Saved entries

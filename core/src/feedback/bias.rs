//! Shunt-reference and optocoupler bias: the LED series resistor and the bias resistor across
//! the LED so that, over the optocoupler's whole CTR range, the shunt reference keeps its
//! minimum cathode current and voltage and the controller's feedback input gets the current it
//! needs from no load to full load.

use super::divider::{show, ShuntReference};
use crate::error::{Error, Result};
use crate::passives::e_series::at_or_below_value;
use crate::passives::ESeries;
use crate::report::{Field, Record, Table};
use crate::units::validate::{non_negative, number_within, positive};
use crate::units::{si, ElectricCurrent, ElectricPotential, ElectricalResistance, Frequency};

/// An optocoupler described by its parameters (no part).
#[derive(Clone, Copy, Debug, PartialEq)]
pub struct Optocoupler {
    /// Lowest current transfer ratio I_C/I_F, after ageing and at temperature (0.5 = 50 %).
    pub ctr_min: f64,
    /// Highest current transfer ratio.
    pub ctr_max: f64,
    /// LED forward voltage at the currents of the loop.
    pub led_forward_voltage: ElectricPotential,
    /// Lowest LED current at which the CTR range holds (0 A: no lower bound).
    pub led_current_min: ElectricCurrent,
    /// Highest LED current allowed.
    pub led_current_max: ElectricCurrent,
    /// Pole of the optocoupler with the feedback pin's resistance (its collector-base
    /// capacitance times the pull-up, measured or from the part's response data).
    pub pole_frequency: Frequency,
}

impl Optocoupler {
    /// CTR 50–200 %, LED 1 V, 0 … 20 mA, pole 5 kHz with the pin's pull-up (common practice,
    /// no published source; measure the pole on the board).
    pub fn generic() -> Self {
        Self {
            ctr_min: 0.5,
            ctr_max: 2.0,
            led_forward_voltage: si(1.0),
            led_current_min: si(0.0),
            led_current_max: si(20e-3),
            pole_frequency: si(5e3),
        }
    }

    /// Checks every field: CTRs positive and at most 10 with `ctr_min` ≤ `ctr_max`, the LED
    /// current range ordered, the pole positive.
    pub fn validate(&self) -> Result<()> {
        number_within("ctr_min", self.ctr_min, 1e-3, 10.0)?;
        number_within("ctr_max", self.ctr_max, 1e-3, 10.0)?;
        if self.ctr_min > self.ctr_max {
            return Err(Error::invalid(format!(
                "`ctr_min` ({}) is above `ctr_max` ({})",
                self.ctr_min, self.ctr_max
            )));
        }
        positive("led_forward_voltage", self.led_forward_voltage)?;
        non_negative("led_current_min", self.led_current_min)?;
        positive("led_current_max", self.led_current_max)?;
        if self.led_current_min >= self.led_current_max {
            return Err(Error::invalid(format!(
                "`led_current_min` ({}) must be below `led_current_max` ({})",
                show(self.led_current_min),
                show(self.led_current_max)
            )));
        }
        positive("optocoupler_pole", self.pole_frequency)?;
        Ok(())
    }
}

/// The controller's feedback input, as its data describes it.
#[derive(Clone, Copy, Debug, PartialEq)]
pub enum FeedbackInput {
    /// By the current the optocoupler must draw from the pin.
    Current {
        /// Pin current at which the controller stops switching (no load).
        zero_duty: ElectricCurrent,
        /// Pin current at which the controller gives full power (its current limit).
        full_duty: ElectricCurrent,
        /// Small-signal resistance at the pin (its internal pull-up), which sets the pole with
        /// the optocoupler's and a pole capacitor's capacitance.
        pin_resistance: ElectricalResistance,
    },
    /// A pin pulled up to a voltage through a resistor; the pin voltage sets the peak current.
    PullUp {
        /// Voltage the pull-up goes to.
        pull_up_voltage: ElectricPotential,
        /// The pull-up resistance (internal or external).
        pull_up_resistance: ElectricalResistance,
        /// Pin voltage at which switching stops.
        zero_duty_voltage: ElectricPotential,
        /// Pin voltage at which the controller gives full power (its current limit).
        full_duty_voltage: ElectricPotential,
    },
}

/// The feedback input reduced to what the loop needs.
#[derive(Clone, Copy, Debug, PartialEq)]
pub struct ControllerFeedback {
    /// Collector current for zero duty (no load).
    pub current_zero_duty: ElectricCurrent,
    /// Collector current for full power.
    pub current_full_duty: ElectricCurrent,
    /// Small-signal resistance at the pin.
    pub pin_resistance: ElectricalResistance,
}

impl FeedbackInput {
    /// A pin pulled up to 5 V through 20 kΩ, no switching below 1 V, full power at 3.5 V
    /// (common practice for peak-current-mode controllers, no published source).
    pub fn generic_pull_up() -> Self {
        FeedbackInput::PullUp {
            pull_up_voltage: si(5.0),
            pull_up_resistance: si(20e3),
            zero_duty_voltage: si(1.0),
            full_duty_voltage: si(3.5),
        }
    }

    /// The collector currents and pin resistance: for a pull-up, I = (V_pu − V_pin)/R_pu.
    /// Errors: the zero-duty current must be above the full-duty one (the optocoupler pulls
    /// the pin down to stop switching), each named with its unit.
    pub fn resolve(&self) -> Result<ControllerFeedback> {
        let fb = match *self {
            FeedbackInput::Current {
                zero_duty,
                full_duty,
                pin_resistance,
            } => {
                positive("feedback_current_zero_duty", zero_duty)?;
                non_negative("feedback_current_full_duty", full_duty)?;
                positive("feedback_pin_resistance", pin_resistance)?;
                if full_duty >= zero_duty {
                    return Err(Error::invalid(format!(
                        "`feedback_current_full_duty` ({}) must be below `feedback_current_zero_duty` ({})",
                        show(full_duty),
                        show(zero_duty)
                    )));
                }
                ControllerFeedback {
                    current_zero_duty: zero_duty,
                    current_full_duty: full_duty,
                    pin_resistance,
                }
            }
            FeedbackInput::PullUp {
                pull_up_voltage,
                pull_up_resistance,
                zero_duty_voltage,
                full_duty_voltage,
            } => {
                let vpu = positive("pull_up_voltage", pull_up_voltage)?.value;
                let rpu = positive("pull_up_resistance", pull_up_resistance)?.value;
                let vz = non_negative("feedback_voltage_zero_duty", zero_duty_voltage)?.value;
                let vf = positive("feedback_voltage_full_duty", full_duty_voltage)?.value;
                if !(vz < vf && vf <= vpu) {
                    return Err(Error::invalid(format!(
                        "the feedback pin needs `feedback_voltage_zero_duty` ({}) < \
                         `feedback_voltage_full_duty` ({}) ≤ `pull_up_voltage` ({})",
                        show(zero_duty_voltage),
                        show(full_duty_voltage),
                        show(pull_up_voltage)
                    )));
                }
                ControllerFeedback {
                    current_zero_duty: si((vpu - vz) / rpu),
                    current_full_duty: si((vpu - vf) / rpu),
                    pin_resistance: pull_up_resistance,
                }
            }
        };
        Ok(fb)
    }
}

/// What the bias must do.
#[derive(Clone, Copy, Debug, PartialEq)]
pub struct BiasSpec {
    /// The regulated output, which feeds the LED resistor (the fast lane).
    pub output_voltage: ElectricPotential,
    /// The shunt reference.
    pub reference: ShuntReference,
    /// The optocoupler.
    pub optocoupler: Optocoupler,
    /// The controller's feedback input.
    pub feedback: FeedbackInput,
    /// Series of the resistors.
    pub series: ESeries,
    /// Extra LED current over the least that reaches zero duty at `ctr_min` (0.2 = 20 %).
    pub headroom: f64,
    /// A separate DC rail feeding the LED resistor (no fast lane); None: the output feeds it.
    pub led_supply_voltage: Option<ElectricPotential>,
}

/// One of the four bias cases: CTR extreme × no load / full load.
#[derive(Clone, Debug, PartialEq)]
pub struct BiasPoint {
    /// `ctr_min_no_load`, `ctr_min_full_load`, `ctr_max_no_load`, `ctr_max_full_load`.
    pub case: String,
    /// CTR of the case.
    pub ctr: f64,
    /// Collector current the controller needs.
    pub collector_current: ElectricCurrent,
    /// LED current, I_C/CTR.
    pub led_current: ElectricCurrent,
    /// Shunt cathode current, I_F + V_F/R_bias.
    pub cathode_current: ElectricCurrent,
    /// Shunt cathode voltage, V_out − V_F − R_LED·I_K.
    pub cathode_voltage: ElectricPotential,
    /// Every limit holds in this case.
    pub within_limits: bool,
}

◆ Activity ◆
Work through the data and report how many of its lines hold the word "range", giving only the figure.

◆ Result of this task ◆
3